The body of the main function exists between curlies. The body of some function always contains statements and comments or such. The body is where you specify some series of commands, or even functions, inside the program. This is where and what gets done.
Comments, which can help others and take notes of what functions do, are laid out like:

/* SOME COMMENT */

This is the declaration of a variable "a", and that it is an integer.
Variables are containers that hold different data! There are many kinds of types of data that the C compiler understands.

This piece of the program are just function calls which read input from users and output messages to the screen. stdio.h stands for standard input and output, which describes the kinds of functions exist in that library.
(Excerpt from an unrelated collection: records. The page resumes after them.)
"""Built-in plugin `check_sensors` (not yet filled in: provides nothing)."""
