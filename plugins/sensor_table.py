"""Built-in plugin ``sensor_table``: delimited text electrode files with a header.

Format (see docs/electrode-files.md): optional comment lines starting with
``#`` (``# units: mm`` declares the unit), then a header naming a label column
(``label``, ``name``, ``channel``, ``electrode``...) and ``x``, ``y``, ``z``
columns in any order and case, optionally decorated with the unit (``x_mm``,
``x [mm]``, ``x(mm)``), and an optional kind column (``kind``/``type``: electrode,
fiducial, headshape, eog, ref, gnd...). Columns are separated by tabs, commas,
semicolons or blanks (sniffed from the header line). A file whose first line is
already ``label x y z`` data is read as having the header ``label x y z``.

The unit comes from, in this order: the ``units=`` option, the comment line,
the column headers, a sidecar ``<stem>.json`` with a ``"units"`` key; else it is
inferred from the size of the head (``input.units-suspect``).
"""
from __future__ import annotations

import csv
import json
import re
from pathlib import Path

from prep import ReadError, SensorReader, Sensors, hookimpl
from prep.electrodes import Point, assemble, parse_number, parse_unit, text_lines
from prep.units import LENGTH_UNITS

_LABEL_NAMES = {"label", "labels", "name", "names", "channel", "channels", "channel_name", "ch_name",
                "electrode", "electrodes", "sensor", "site", "ch", "chan"}
_KIND_NAMES = {"kind", "type", "channel_type", "point_type", "category", "role"}
_COORD = re.compile(r"^([xyz])(?:[\s_]*([\[(])?\s*([^\s\[\]()]+)\s*[\])]?)?$")
_UNIT_COMMENT = re.compile(r"^\s*(?:#|%|//)+\s*units?\s*[:=]\s*(\S+)", re.IGNORECASE)


def _delimiter(text: str) -> str | None:
    for d in ("\t", ",", ";"):
        if d in text:
            return d
    return None


def _split(text: str, delim: str | None, path: Path, line: int) -> list[str]:
    if delim is None:
        return text.split()
    try:
        cells = next(csv.reader([text], delimiter=delim, skipinitialspace=True))
    except (csv.Error, StopIteration) as exc:
        raise ReadError(path, line, f"cannot split the line into columns: {exc}") from None
    return [c.strip() for c in cells]


def _is_number(text: str) -> bool:
    try:
        float(text)
    except ValueError:
        return text.strip().lower() in ("n/a", "nan")
    return True


def _header(cells: list[str], path: Path, line: int) -> tuple[dict[str, int], str | None]:
    """Column indices of label, x, y, z (and kind), plus a unit named in the headers."""
    cols: dict[str, int] = {}
    units: set[str] = set()
    for i, cell in enumerate(cells):
        name = cell.strip().lower()
        m = _COORD.match(name)
        # "x_mm" or "x [mm]" name a unit; "x [parsec]" is an error; "x_err" is another column
        if m and m.group(3) and not m.group(2) and m.group(3) not in LENGTH_UNITS:
            m = None
        if m and m.group(1) not in cols:
            cols[m.group(1)] = i
            if m.group(3):
                u = parse_unit(m.group(3), path, line)
                if u is not None:
                    units.add(u)
        elif name in _LABEL_NAMES and "label" not in cols:
            cols["label"] = i
        elif name in _KIND_NAMES and "kind" not in cols:
            cols["kind"] = i
    missing = [c for c in ("label", "x", "y", "z") if c not in cols]
    if missing:
        shown = ", ".join(repr(c) for c in cells[:8])
        raise ReadError(path, line, f"the header must name a label column and x, y, z columns; "
                                    f"missing {', '.join(missing)} in {shown}")
    if len(units) > 1:
        raise ReadError(path, line, f"the coordinate columns name different units: {', '.join(sorted(units))}")
    return cols, (units.pop() if units else None)


def _sidecar_unit(path: Path) -> str | None:
    side = path.with_suffix(".json")
    if not side.is_file() or side == path:
        return None
    if side.stat().st_size > 2**20:
        raise ReadError(side, None, "sidecar JSON larger than 1 MiB")
    try:
        meta = json.loads(side.read_text(encoding="utf-8"))
    except json.JSONDecodeError as exc:
        raise ReadError(side, exc.lineno, f"not valid JSON: {exc.msg}") from None
    except UnicodeDecodeError:
        raise ReadError(side, None, "not UTF-8 text") from None
    if not isinstance(meta, dict):
        return None
    for key in ("units", "Units", "unit", "Unit"):
        if key in meta:
            if not isinstance(meta[key], str):
                raise ReadError(side, None, f"'{key}' must be a string such as \"mm\", got {meta[key]!r}")
            return parse_unit(meta[key], side, None)
    return None


def read_table(path: str | Path, units: str | None = None) -> Sensors:
    """Read a delimited electrode table.

    Parameters
    ----------
    path : path
    units : str, optional
        The user's statement of the unit (``m``, ``cm``, ``mm``), overriding the file.

    Returns
    -------
    Sensors
        Positions (n, 3) float64 in metres, frame ``device``.

    Raises
    ------
    ReadError
        Empty file, header only, wrong column count, non-numeric value, unknown
        unit, binary or oversized file: naming the file and line.
    """
    p = Path(path)
    option = parse_unit(units, p, None) if units is not None else None
    declared: dict[str, str] = {}
    cols: dict[str, int] | None = None
    ncols = 0
    delim: str | None = None
    points: list[Point] = []
    for number, text in text_lines(p):
        stripped = text.strip()
        if not stripped:
            continue
        if stripped.startswith(("#", "%", "//")):
            m = _UNIT_COMMENT.match(stripped)
            if m and cols is None:
                u = parse_unit(m.group(1), p, number)
                if u is not None:
                    declared[f"comment line {number}"] = u
            continue
        if cols is None:
            delim = _delimiter(text)
            cells = _split(text, delim, p, number)
            if len(cells) in (4, 5) and all(_is_number(c) for c in cells[1:4]):
                cols = {"label": 0, "x": 1, "y": 2, "z": 3} | ({"kind": 4} if len(cells) == 5 else {})
                ncols = len(cells)
            else:
                cols, hunit = _header(cells, p, number)
                ncols = len(cells)
                if hunit is not None:
                    declared[f"column headers (line {number})"] = hunit
                continue
        cells = _split(text, delim, p, number)
        while len(cells) > ncols and not cells[-1]:
            cells.pop()  # a trailing delimiter
        if len(cells) != ncols:
            raise ReadError(p, number, f"expected {ncols} columns, found {len(cells)}")
        label = cells[cols["label"]]
        if not label:
            raise ReadError(p, number, "empty label")
        xyz = tuple(parse_number(cells[cols[a]], p, number, f"{a} value of {label!r}") for a in "xyz")
        points.append(Point(label=label, xyz=xyz, line=number,
                            kind=cells[cols["kind"]] if "kind" in cols else None))
    if cols is None:
        raise ReadError(p, None, "empty file: no header and no data rows")
    if not points:
        raise ReadError(p, None, "no data rows after the header")
    side = _sidecar_unit(p)
    if side is not None:
        declared[f"sidecar {p.with_suffix('.json').name}"] = side
    if len(set(declared.values())) > 1:
        said = "; ".join(f"{k} says {v}" for k, v in declared.items())
        raise ReadError(p, None, f"the declared units disagree: {said}")
    unit = option or (next(iter(declared.values())) if declared else None)
    source = "option" if option else ("declared" if declared else None)
    return assemble(p, points, reader="table", unit=unit, unit_source=source,
                    extra={"unit_declared_by": next(iter(declared)) if declared else None,
                           "delimiter": {"\t": "tab", ",": "comma", ";": "semicolon"}.get(delim or "", "blanks")})


@hookimpl
def headprep_register_sensor_readers() -> list[SensorReader]:
    return [SensorReader(name="table", suffixes=(".csv", ".tsv", ".txt", ".xyz"), read=read_table,
                         description="delimited text (CSV, TSV, blanks) with a label/x/y/z header",
                         defaults={"units": ""})]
Integers can be stored as follows (most ints are 4 bytes in the modern day). These are important when considering dynamic memory allocation:

• Short: 2 bytes, 16 bits
• Int: 2 bytes, 16 bits
• Long: 4 bytes, 32 bits

When using short and long, we can do as follows:

/* we can omit the "int" as the compiler will know */
long int i;
long i; 
short int i;
short i;

These can be used to store positive and negative integers.
If we can declare a variable to be unsigned (if we are already aware of the number's sign), then we can consider the limit of the variables to be 0 to 2^16 or 65536. Likewise, a long unsigned int can store 2^16 or up to 4294967295!
Ex.

/* unsigned variable */
unsigned int students;

/* long/short unsigned ints */
long usigned int;
short usigned int;

For Int Long/Short types, numbers that do not have numbers after their decimal points. C supports floating points or decimal data types. Consider that datatypes for decimals are well understood by the C compiler and are the following.
Floating point data type bit limits consist of m times E raised to the power of n, where exponent n is an integer, and the coefficient m is any real number.
m * x E^n, where E = 2.718
These numbers are incredibly large, but do well for their relatively small size.

• Float 4 bytes, -3.4 E 38 to +3.4 E 38
• Double 8 bytes, -1.7 E 308 to +1.7 E 308
• Long Double 10 bytes, -1.7e4932 to +1.7e4932 Ex.

/* floating point */

The string datatype is denoted with 'char'. Char is a basic datatype in C and is used to hold a single character.

• Char 1 byte, 256
  We can store the value of a single character by enclosing it in single quotes.
  Ex.

char a, b, c;
  a = 'Art';
  b = 'Bot';
  c = 'Cot';

NOTE: We know that computers can only understand strings, right?
So how does a computer/compiler know to understand keystrokes?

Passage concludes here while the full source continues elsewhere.